Permanent visa for skilled workers nominated by a state or territory government
The Skilled Nominated visa (subclass 190) is permanent residence for skilled workers who get nominated by an Australian state or territory government.
It's a points-tested skilled migration pathway with a twist: you need a state or territory to back you.
State nomination adds 5 points to your score and gives you access to occupation lists broader than the 189.
The trade-off is the commitment. You're expected to live and work in the nominating state, and each state runs its own selection process with its own criteria, occupation lists, and expected commitment period.
Once granted, the 190 lets you live, work, and study anywhere in Australia permanently. You get a 5-year travel facility and a direct path to Australian citizenship.
There's no legal visa condition forcing you to stay in the nominating state. But breaking the commitment you made during nomination can have consequences. More on that below.
These are the published requirements for the 190. Check each one applies to your situation.
Search any forum and you'll find the same heated argument: is the 190 actually a regional visa, or just permanent residency with a strong suggestion?
The legal answer is clear. The 190 visa itself has no condition tying you to the state that nominated you. You can move to any state the day after grant and not breach a visa condition.
The catch sits on the nomination side. When you applied for state nomination, you signed a commitment to live and work in that state for a period set by the nominating state. Each state defines its own expected commitment in its nomination criteria.

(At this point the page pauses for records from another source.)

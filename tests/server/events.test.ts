import { createServer, type Server } from 'node:http';
import type { AddressInfo } from 'node:net';
import pg from 'pg';
import { v7 } from 'uuid';
import { fullShop, type FullShop } from '@/tests/factories/deskShop';
import { customerFields } from '@/tests/factories/shopRecords';
import { asPerson, signIn, testServer, type TestServer } from '@/tests/factories/shopWorld';

let server: TestServer;
let http: Server;
let address: string;
let shop: FullShop;
let other: FullShop;

beforeAll(async () => {
  server = await testServer({ heartbeatMs: 50 });
  http = createServer(server.app);
  await new Promise<void>((resolve) => http.listen(0, '127.0.0.1', resolve));
  address = `http://127.0.0.1:${(http.address() as AddressInfo).port}`;
  shop = await fullShop(server, 'ivy');
  other = await fullShop(server, 'juniper');
});
afterAll(async () => {
  server.deps.pokes.endStreams();
  await new Promise((resolve) => http.close(resolve));
  await server.close();
});

/** An open stream, read as text. */
class Stream {
  text = '';
  isOver = false;
  private readonly waiting: (() => void)[] = [];
  private readonly stop = new AbortController();

  async open(path: string, token: string): Promise<Response> {
    const response = await fetch(`${address}${path}`, {
      headers: { Authorization: `Bearer ${token}` },
      signal: this.stop.signal,
    });
    if (response.ok) void this.read(response);
    return response;
  }

  private async read(response: Response): Promise<void> {
    const reader = response.body!.getReader();
    const decoder = new TextDecoder();
    try {
      for (let part = await reader.read(); !part.done; part = await reader.read()) {
        this.text += decoder.decode(part.value, { stream: true });
        for (const look of this.waiting.splice(0)) look();
      }
    } catch {
      // closed by the test
    }
    this.isOver = true;
    for (const look of this.waiting.splice(0)) look();
  }

  /** Waits until something holds, looking whenever something came. The test's own time limit is the end of patience. */
  async until(holds: () => boolean): Promise<void> {
    while (!holds()) await new Promise<void>((resolve) => this.waiting.push(resolve));
  }

  count = (what: string) => this.text.split(what).length - 1;
  close = () => this.stop.abort();
}

const write = (where: FullShop) =>
  where.device.push(
    where.device.change({ kind: 'create', table: 'customers', rid: v7(), set: customerFields('x') }),
  );

test('desk and device are poked when their shop changes, and never hear of another shop', async () => {
  const desk = new Stream();
  const device = new Stream();
  const response = await desk.open('/api/events', shop.people.owner.token);
  await device.open('/api/sync/events', shop.device.token);
  expect(response.headers.get('content-type')).toContain('text/event-stream');
  expect(response.headers.get('content-encoding')).toBeNull();
  await write(other);
  await desk.until(() => desk.count(': still here') > 1);
  expect(desk.count('event: poke')).toBe(0);
  await write(shop);
  await desk.until(() => desk.count('event: poke') === 1);
  await device.until(() => device.count('event: poke') === 1);
  expect(desk.text).toMatch(/^(retry: \d+|: still here|event: poke\ndata: \{\}|\n)*$/);
  desk.close();
  device.close();
});

test('a stream ends when its sign-in does, or when its device is shut out', async () => {
  const { mail, password } = shop.people.technician;
  const person = await signIn(server, mail, password);
  const desk = new Stream();
  await desk.open('/api/events', person.token);
  const device = new Stream();
  await device.open('/api/sync/events', other.device.token);
  await asPerson(server, person).post('/api/auth/sign-out-everywhere').send({}).expect(204);
  await asPerson(server, other.people.supervisor).post(`/api/devices/${other.device.id}/revoke`).expect(204);
  await desk.until(() => desk.isOver);
  await device.until(() => device.isOver);
  expect((await new Stream().open('/api/events', person.token)).status).toBe(401);
  expect((await new Stream().open('/api/sync/events', other.device.token)).status).toBe(403);
});

test('when the connection that listens is killed, it listens again and everyone looks once', async () => {
  const desk = new Stream();
  await desk.open('/api/events', shop.people.owner.token);
  const admin = new pg.Client({ connectionString: server.db.adminUrl });
  await admin.connect();
  await admin.query(
    `select pg_terminate_backend(pid) from pg_stat_activity where datname = $1 and application_name = 'inchwater pokes'`,
    [server.db.name],
  );
  await admin.end();
  await desk.until(() => desk.count('event: poke') === 1);
  await write(shop);
  await desk.until(() => desk.count('event: poke') === 2);
  desk.close();
});

test('when the server stops, streams end', async () => {
  const desk = new Stream();
  await desk.open('/api/events', shop.people.owner.token);
  server.deps.pokes.endStreams();
  await desk.until(() => desk.isOver);
});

If you move shortly after grant, the state can report you to IMMI. And providing false or misleading information on your nomination application can lead to visa cancellation.
The 'moral obligation' is real, even if it isn't in your visa conditions.
Most coverage of the 190 talks about points scores and IMMI invitations. The harder step for many applicants is getting the state to pick them in the first place.
Each state runs its own selection program, with its own occupation list, minimum points, commitment requirements, and quota.
The differences are real. New South Wales might want your occupation while South Australia does not. Victoria may require you to already be living there. Tasmania might prioritise applicants who studied locally.
These state programs also open and close throughout the year, sometimes without warning.
Spending months tuning your IMMI points while ignoring state-specific criteria is how people get stuck.
State nomination is not a one-and-done event. The state can withdraw your nomination after you've lodged the 190 application if your circumstances change.
If they do, IMMI considers your application invalid. You lose the application fee, and you have to start over.
Withdrawals typically happen when applicants relocate before the visa is granted, change occupations, or are found to have provided inaccurate information to the state.
Treat nomination as a relationship to maintain, not a stamp you collected.
The 5-point boost is one of the strongest selling points of the 190 over the 189.
People sometimes assume those points sit on their general SkillSelect score. They don't.
The 5 points only apply when you're being considered for a 190 with state nomination. If you submit an EOI for the 189 with the same profile, those 5 points disappear.
This is why 190 invitation thresholds are typically lower than 189 thresholds. The bonus points and the broader occupation lists both stack in your favour.
When an NZ citizen on a 190 visa arrives at the Australian border, immigration officers may default to granting a Special Category visa (subclass 444). The 444 is the standard NZ citizen entry document.
If a subclass 444 is granted at the border, it ceases the 190. A ceased 190 affects your eligibility for Australian citizenship.
The standard advice from migration agents is to make your status explicit at the border. Tell the immigration officer that you hold a Skilled Nominated visa (subclass 190), and explicitly note that you do not want a subclass 444 visa. Carry your visa grant letter as backup.